Machine learning, and its yet-to-be-realized more advanced form artificial intelligence (AI), promise to change our world in myriad ways. One example will be disseminating new medical information to physicians.
We’ve all been in waiting rooms while doctors bounce from patient to patient doing their best to help everyone. Once the hands-on patient care is complete, they still need to take notes, do administrative tasks — and they also want to have a life. Oh, and they need to stay current on new treatment methods to have the trust of the Dr. Googles filling their offices.
Until a new procedure or treatment has been around for quite some time, your average doctor isn’t likely to come across it. The information doesn’t transmit quickly, as traditional professional journals are still a primary means of learning. More obscure conditions and treatments get even less coverage and it can be difficult to find information about them in a timely manner.
This is the promise of machine learning in medicine. A computer can tell physicians about new and potentially relevant studies, treatments, procedures, medications, and so on, thus improving patient care. Better informed physicians via faster, more targeted sharing of information without adding more work to already overworked people — it’s a win for doctors and their patients.
There’s just one problem with this — “we” are placing the wrong expectations on machine learning. Machine learning is an algorithm, or formula, that tells the processors what likely matters. The computer then keeps modifying that algorithm to better its results. There is a cognitive disconnect here for most people, myself included, because we are heavily biased to think that machines cannot be wrong.
It seems obvious to most that an incorrect answer in Excel is not an error in the software, but in how a person input the formula. Similarly, if you use Calculator on your iPhone, you never doubt the answer is correct. We don’t back check these things with long division; we have learned over decades that it’s going to be right. We’ve internalized that computers are always right, always accurate.
This isn’t the case for algorithm-based machine learning. We can’t expect the machines will return the correct result every time. Machine learning may lessen the demand for human capital, but we still have to check the work of machines since we are no longer working in black and white answers. Instead, we are working in the nasty reality of interpretation.
As it turns out, humans are quite good at interpreting meaning, so let me ask you a simple question: how would you explain how you know whether or not a tweet is about basketball? How would you explain how you make the determination to a toddler? The question isn’t a yes/no “is this tweet basketball,” the question is asking you to define the parameters you used to determine that a tweet which didn’t include any proper names, or basketball terms, was actually about basketball. We do this in much the same way as a machine learning algorithm - the black box of our brain interprets something as basketball or not by noting patterns, relationships, meanings and the like, but it’s surprisingly difficult to explain exactly how we come to those conclusions. However, we don’t expect this kind of vague behavior from machines. Despite how natural it is in humans, it seems wrong in computers.
At MartianCraft we built a prototype Twitter app to show just this:
Shown above is our prototype app, with my personal timeline shown. As you can see there are a few obvious basketball tweets in there and some which are not. As a human it’s easy for you to interpret, but what about for a machine?
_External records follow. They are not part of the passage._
void emit_fixed_body(std::ostringstream& o, const Names& n, const FixedPlan& p,
                     const HeaderMeta& meta, const Proof& proof) {
  const std::string ru = esc(meta.reading_unit, 40), fu = esc(meta.reference_unit, 40);
  const int deg = p.degree();
  const FixedAxis& s = p.t;
  o << "/* Valid raw input range (integers; reading = raw / " << g(s.scale, 9) << " " << ru
    << "). */\n"
    << "#define " << n.P << "_RAW_MIN " << c_int32_literal(static_cast<std::int32_t>(s.raw_min))
    << "\n"
    << "#define " << n.P << "_RAW_MAX " << c_int32_literal(static_cast<std::int32_t>(s.raw_max))
    << "\n";
  const double cal_lo = std::ceil(p.calibrated_reading_min * s.scale - 1e-9);
  const double cal_hi = std::floor(p.calibrated_reading_max * s.scale + 1e-9);
  if (static_cast<double>(s.raw_min) < cal_lo || static_cast<double>(s.raw_max) > cal_hi)
    o << "/* NOTE: this raw range extends beyond the calibrated range (raw " << g(cal_lo, 10)
      << " .. " << g(cal_hi, 10)
      << ");\n   results outside it are extrapolations of the fitted curve. */\n";
  o << "/* Output unit: 1 / " << g(p.output_scale, 9) << " " << fu
    << " (output = round(reference * " << g(p.output_scale, 9) << ")). */\n\n"
    << "/* Coefficients of p * " << g(p.output_scale, 9) << " in powers of t; entry k is in Q"
    << "(q_k) (value * 2^q_k):\n";
  for (int k = 0; k <= deg; ++k)
    o << " *   k=" << k << ": q_k = " << p.q[static_cast<std::size_t>(k)] << "\n";
  o << " */\nstatic const int32_t " << n.P << "_COEF[" << n.P << "_DEGREE + 1] = {\n";
  for (int k = 0; k <= deg; ++k)
    o << "    " << c_int32_literal(p.coef[static_cast<std::size_t>(k)]) << (k < deg ? "," : " ")
      << " /* t^" << k << ", Q" << p.q[static_cast<std::size_t>(k)] << " */\n";
  o << "};\n\n";

  o << "/* floor((v + 2^(s-1)) / 2^s), i.e. v / 2^s rounded half up, for\n"
    << "   -2^62 <= v + 2^(s-1) < 2^62 and 1 <= s <= 61. Only a non-negative value is\n"
    << "   shifted (v is offset by 2^62 first), so the result does not depend on how\n"
    << "   the compiler shifts negative numbers (implementation-defined in C). */\n"
    << n.P << "_INLINE int64_t " << n.p << "_rshift_round(int64_t v, unsigned s)\n{\n"
    << "    const int64_t bias = (int64_t)1 << 62;\n"
    << "    const uint64_t biased = (uint64_t)(v + bias + ((int64_t)1 << (s - 1U)));\n"
    << "    return (int64_t)(biased >> s) - (bias >> s);\n}\n\n";

  o << "/* " << n.p << "_eval_fixed: round(reference * " << g(p.output_scale, 9) << ") as int32 ("
    << "1/" << g(p.output_scale, 9) << " " << fu << ")\n"
    << " * for a raw integer reading in [" << n.P << "_RAW_MIN, " << n.P << "_RAW_MAX].\n"
    << " * Precision: integer only -- int32 coefficients, int64 intermediates, every\n"
    << " * shift rounds half up; output resolution 1/" << g(p.output_scale, 9) << " " << fu << ".\n"
    << " * t_q = t * 2^" << p.t.frac << " = rshift_round((raw - " << p.t.r0 << ") * " << p.t.mul
    << " + " << p.t.add << ", " << p.t.shift << ")\n"
    << " * Overflow proof (exact integer interval arithmetic over the whole raw range,\n"
    << " * every value below is a proved bound of that intermediate):\n"
    << " *   (raw - r0) * mul + add in " << range_text(p.t.pre) << "\n"
    << " *   t_q in " << range_text(p.t.q) << "\n";
  for (int k = deg - 1; k >= 0; --k)
    o << " *   step " << k << ": acc*t_q in " << range_text(p.prod[static_cast<std::size_t>(k)])
      << ", >> " << p.sh_out[static_cast<std::size_t>(k)] << ", acc (Q"
      << p.q[static_cast<std::size_t>(k)] << ") in "
      << range_text(p.acc[static_cast<std::size_t>(k)]) << "\n";
  o << " *   output in " << range_text(p.out) << "\n"
    << " *   limits: every shifted value within [-2^62, 2^62), every product within\n"
    << " *   +/-2^62, accumulators and output within int32.\n"
    << " * Measured max |error| against the double-precision model, output rounding\n"
    << " * included: " << g(proof.dev.max, 4) << " " << fu << " (" << proof.dev.points
    << " raw inputs checked). Outside the raw range the\n"
    << " * bounds do not hold: use " << n.p << "_eval_fixed_checked() for untrusted input. */\n"
    << n.P << "_INLINE int32_t " << n.p << "_eval_fixed(int32_t raw)\n{\n";
  if (deg == 0) {
    o << "    (void)raw;\n";
    if (p.q[0] > 0)
      o << "    return (int32_t)" << n.p << "_rshift_round((int64_t)" << n.P << "_COEF[0], "
        << p.q[0] << "U);\n}\n\n";
    else
      o << "    return " << n.P << "_COEF[0];\n}\n\n";
  } else {
    o << "    const int64_t t = " << n.p << "_rshift_round(((int64_t)raw - "
      << c_int64_literal(p.t.r0) << ") * " << c_int64_literal(p.t.mul) << " + "
      << c_int64_literal(p.t.add) << ", " << p.t.shift << "U);\n"
      << "    int64_t acc = (int64_t)" << n.P << "_COEF[" << deg << "];\n";
    for (int k = deg - 1; k >= 0; --k)
      o << "    acc = " << n.p << "_rshift_round(acc * t, " << p.sh_out[static_cast<std::size_t>(k)]
        << "U) + " << n.P << "_COEF[" << k << "];\n";
    if (p.q[0] > 0)
      o << "    return (int32_t)" << n.p << "_rshift_round(acc, " << p.q[0] << "U);\n}\n\n";
    else
      o << "    return (int32_t)acc;\n}\n\n";
  }
  o << "/* " << n.p << "_eval_fixed_checked: as " << n.p
    << "_eval_fixed, but never leaves the raw range:\n"
    << " * raw outside [" << n.P << "_RAW_MIN, " << n.P
    << "_RAW_MAX] is clamped to the nearest limit and\n"
    << " * *status (if status is not NULL) is set to " << n.P << "_IN_RANGE, _BELOW_RANGE or\n"
    << " * _ABOVE_RANGE. Precision as " << n.p << "_eval_fixed. */\n"
    << n.P << "_INLINE int32_t " << n.p << "_eval_fixed_checked(int32_t raw, int *status)\n{\n"
    << "    int s = " << n.P << "_IN_RANGE;\n"
    << "    if (raw < " << n.P << "_RAW_MIN) {\n        s = " << n.P
    << "_BELOW_RANGE;\n        raw = " << n.P << "_RAW_MIN;\n"
    << "    } else if (raw > " << n.P << "_RAW_MAX) {\n        s = " << n.P
    << "_ABOVE_RANGE;\n        raw = " << n.P << "_RAW_MAX;\n    }\n"
    << "    if (status != 0)\n        *status = s;\n"
    << "    return " << n.p << "_eval_fixed(raw);\n}\n\n";
}

}  // namespace
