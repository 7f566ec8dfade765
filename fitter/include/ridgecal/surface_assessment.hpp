// ridgecal: tolerance, uncertainty and diagnostics for extended fits
// (multi_input_fit.hpp), the counterpart of assessment.hpp.
//
//  * uncertainty: the GUM budget of surface_uncertainty.hpp (same components
//    as in 1-D; u_fit from the design rows of the surface's terms);
//  * decision: simple or guarded acceptance on the errors of the final model
//    (training and test count; the cross-validated predictions are judged for
//    information), with U at each point's own (reading, aux) as the guard;
//  * warnings (diagnose_surface_fit): test vs validation, CV vs training
//    error, degree / aux degree / lambda at the edge of the grid, few
//    setpoint groups per term, outliers (studentized with the surface
//    leverage), a high condition number, points outside the calibrated
//    range of either input, and (with the data) hysteresis per (setpoint,
//    aux level). The 1-D shape checks (coverage gaps along the reading, runs
//    of residual signs, monotonic curve) are not applied: they are defined
//    along one input.
#pragma once

#include <string>
#include <vector>

#include "ridgecal/assessment.hpp"
#include "ridgecal/surface_uncertainty.hpp"

namespace ridgecal {

/// Kept for callers of the earlier interface: always empty now (every
/// assessment option applies to extended fits).
std::string surface_assessment_unsupported(const AssessmentOptions& options);

/// Tolerance decision, uncertainty budget and warnings of an extended fit.
/// Preconditions: cal.surface is set; options.validate() is empty.
Assessment assess_surface_calibration(const Calibration& cal, const AssessmentOptions& options);
/// The same, plus the hysteresis check (the data's direction column, judged per
/// (setpoint, aux level) against the tolerance). `data` must be the data set
/// the calibration was fitted on (rows match cal.points by index).
Assessment assess_surface_calibration(const Dataset& data, const Calibration& cal,
                                      const AssessmentOptions& options);

/// The warnings of an extended fit (see above).
std::vector<Warning> diagnose_surface_fit(const Calibration& cal, const DiagnosticOptions& options);

// The individual checks.
/// Validation (CV) RMSE more than options.cv_training_ratio times the training RMSE: overfit.
std::vector<Warning> check_cv_vs_training(const Calibration& cal, const DiagnosticOptions& options);
/// Degree, aux degree or lambda chosen at the edge of its candidate grid.
std::vector<Warning> check_surface_grid_edges(const Calibration& cal);
/// Fewer than options.min_setpoints_per_coefficient training groups per term.
std::vector<Warning> check_groups_per_term(const Calibration& cal,
                                           const DiagnosticOptions& options);
/// check_hysteresis of diagnostics.hpp with groups keyed by setpoint and aux
/// level (the aux setpoint label, else the aux value rounded to cal.aux_step).
std::vector<Warning> check_surface_hysteresis(const Dataset& data, const Calibration& cal,
                                              const ToleranceSpec* tolerance);
/// Externally studentized residuals (in the fitted output v, surface leverage).
std::vector<Warning> check_surface_outliers(const Calibration& cal,
                                            const DiagnosticOptions& options);
/// Points whose (transformed) reading or aux value lies outside the calibrated
/// region; `which` selects the points (e.g. only the test points).
std::vector<Warning> check_surface_extrapolation(const SurfaceModel& model,
                                                 const std::vector<double>& readings,
                                                 const std::vector<double>& aux,
                                                 const std::vector<std::size_t>& lines,
                                                 const std::string& what);

}  // namespace ridgecal
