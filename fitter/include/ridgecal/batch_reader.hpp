// ridgecal: streaming a production-line CSV unit by unit.
//
// A batch file is an ordinary calibration CSV (see calibration_csv.hpp) with
// one more column naming the unit (device) each row belongs to. The file is
// read line by line and handed out one unit at a time, so memory does not
// grow with the number of units.
//
// Requirement: the rows of a unit are contiguous (a file sorted by the unit
// column satisfies it; the order of units is free). A unit whose label shows
// up again after other units is reported as a failed chunk ("appears again"),
// it is never silently merged or fitted twice. (Labels are remembered as
// 64-bit hashes, 8 bytes per unit; two distinct labels colliding is
// improbable, about n^2 / 2^65 for n units.) Comment and blank lines go with
// the unit they follow.
//
// A directory of CSV files is read as its *.csv files in name order. Without
// a unit column every file is one unit, named after the file (without .csv).
#pragma once

#include <cstdint>
#include <fstream>
#include <memory>
#include <string>
#include <vector>

#include "ridgecal/calibration_csv.hpp"

namespace ridgecal {

struct BatchInputOptions {
  std::string unit_column;  ///< column naming the unit; empty: one unit per file
  CsvOptions csv;           ///< the other columns, as for a single fit

  /// Empty when valid, else a message naming the field, the value and the rule.
  std::string validate() const;
};

/// The rows of one unit, as CSV text ready for parse_calibration_csv.
struct UnitChunk {
  std::uint64_t index = 0;      ///< 0-based position among the units of the whole input
  std::string unit;             ///< the unit label
  std::string file;             ///< file the rows come from
  std::size_t header_line = 0;  ///< line of the header in `file`
  std::size_t first_line = 0;   ///< line in `file` of the first row of the unit
  std::size_t rows = 0;         ///< data rows (not counting comments and blanks)
  std::string text;             ///< header line, then the unit's lines, '\n'-terminated
  std::string error;  ///< not empty: the chunk must not be fitted (e.g. the unit reappears)
};

/// Input files of a batch: a regular file is itself; a directory gives its
/// regular *.csv files sorted by name. Throws InputError when the path does
/// not exist or a directory holds no CSV file.
std::vector<std::string> batch_input_files(const std::string& path);

class UnitReader {
 public:
  /// Precondition: options.validate() is empty, files not empty.
  UnitReader(std::vector<std::string> files, BatchInputOptions options);
  ~UnitReader();

  /// The next unit, false at the end of the input. Throws InputError on
  /// problems of a file as a whole: unreadable, no header, a missing column.
  bool next(UnitChunk& out);

  std::uint64_t bytes_read() const { return bytes_read_; }
  std::uint64_t bytes_total() const { return bytes_total_; }  ///< sum of the file sizes

 private:
  bool open_next_file();
  bool read_line(std::string& line);

  std::vector<std::string> files_;
  BatchInputOptions options_;
  std::size_t file_index_ = 0;
  std::unique_ptr<std::ifstream> in_;
  std::string header_;  // header line of the current file
  std::size_t header_line_ = 0;
  std::size_t lineno_ = 0;
  int unit_idx_ = -1;    // field index of the unit column
  std::string pending_;  // a line read ahead (first line of the next unit)
  bool has_pending_ = false;
  std::size_t pending_line_ = 0;
  std::uint64_t next_index_ = 0;
  std::uint64_t bytes_read_ = 0, bytes_total_ = 0;
  // 64-bit hashes of the unit labels met so far, 8 bytes per unit: a sorted
  // run plus a small unsorted tail merged into it when full.
  bool seen_before(std::uint64_t h);
  std::vector<std::uint64_t> seen_sorted_, seen_tail_;
};

/// Parses a chunk; observation lines and error lines refer to the original file.
/// Throws InputError like parse_calibration_csv. `sha256` is the digest of chunk.text.
Dataset parse_unit_chunk(const UnitChunk& chunk, const CsvOptions& options);

/// A file name for a unit label: the label itself when it is made of
/// [A-Za-z0-9._-] only (and is not "." or ".."), otherwise the safe
/// characters with '_' for the others, plus '-' and 8 hex digits of the
/// label's hash, so distinct labels never share a file.
std::string unit_file_stem(const std::string& unit);

}  // namespace ridgecal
What happens if I switch on that toggle at the top, which will use the trained data set to filter out what our algorithm has taught itself is basketball-related?
Oops, for some reason — a reason we can’t tease out from the “black box” of our model — the model thought that first tweet was basketball related. Digging into the data we can see what the machine is calculating for itself:
The algorithm is very confident on most of the tweets, but unsure about that first one, showing only 93% confidence that the tweet is NBA-related.
At first blush you would be forgiven for thinking that we had failed to build a machine learning-based client to filter for NBA, but the truth is: we succeeded in meeting perhaps the highest level of accuracy (about 95%) one could hope to attain for such a task on tweets. This is what’s hard to explain about machine learning, because we as humans have learned that machines are nearly infallible. That remains true for many of the common tasks you use a computer for, but not when it comes to machine learning.
At this stage in the development of machine learning, models must be watched, cared for, and corrected constantly to be effective. In the future, they may be more self-sufficient and accuracy may near 100%, but those are not realistic expectations from machine learning right now.
Just because a computer is told to identify and classify “anything basketball on Twitter” doesn’t mean that this machine can explain what classifies something as basketball any better than any of us can explain it to a toddler. A difficult problem for a human remains difficult for a machine, though machines have the benefit of being able to process far more information far more quickly than humans. And that’s where the advantage of machine learning lies. Not yet in the accuracy (though it needs to be mostly accurate) but rather in the speed of processing — which is exactly where computers have always most benefited humans.
This is where we start with machine learning, not by moving mountains to usurp jobs, but by understanding that machine learning is going to require the care of humans for some time to come. It’s not perfect, and we can begin to apply it to simple problems if our expectation is improvement, not perfection.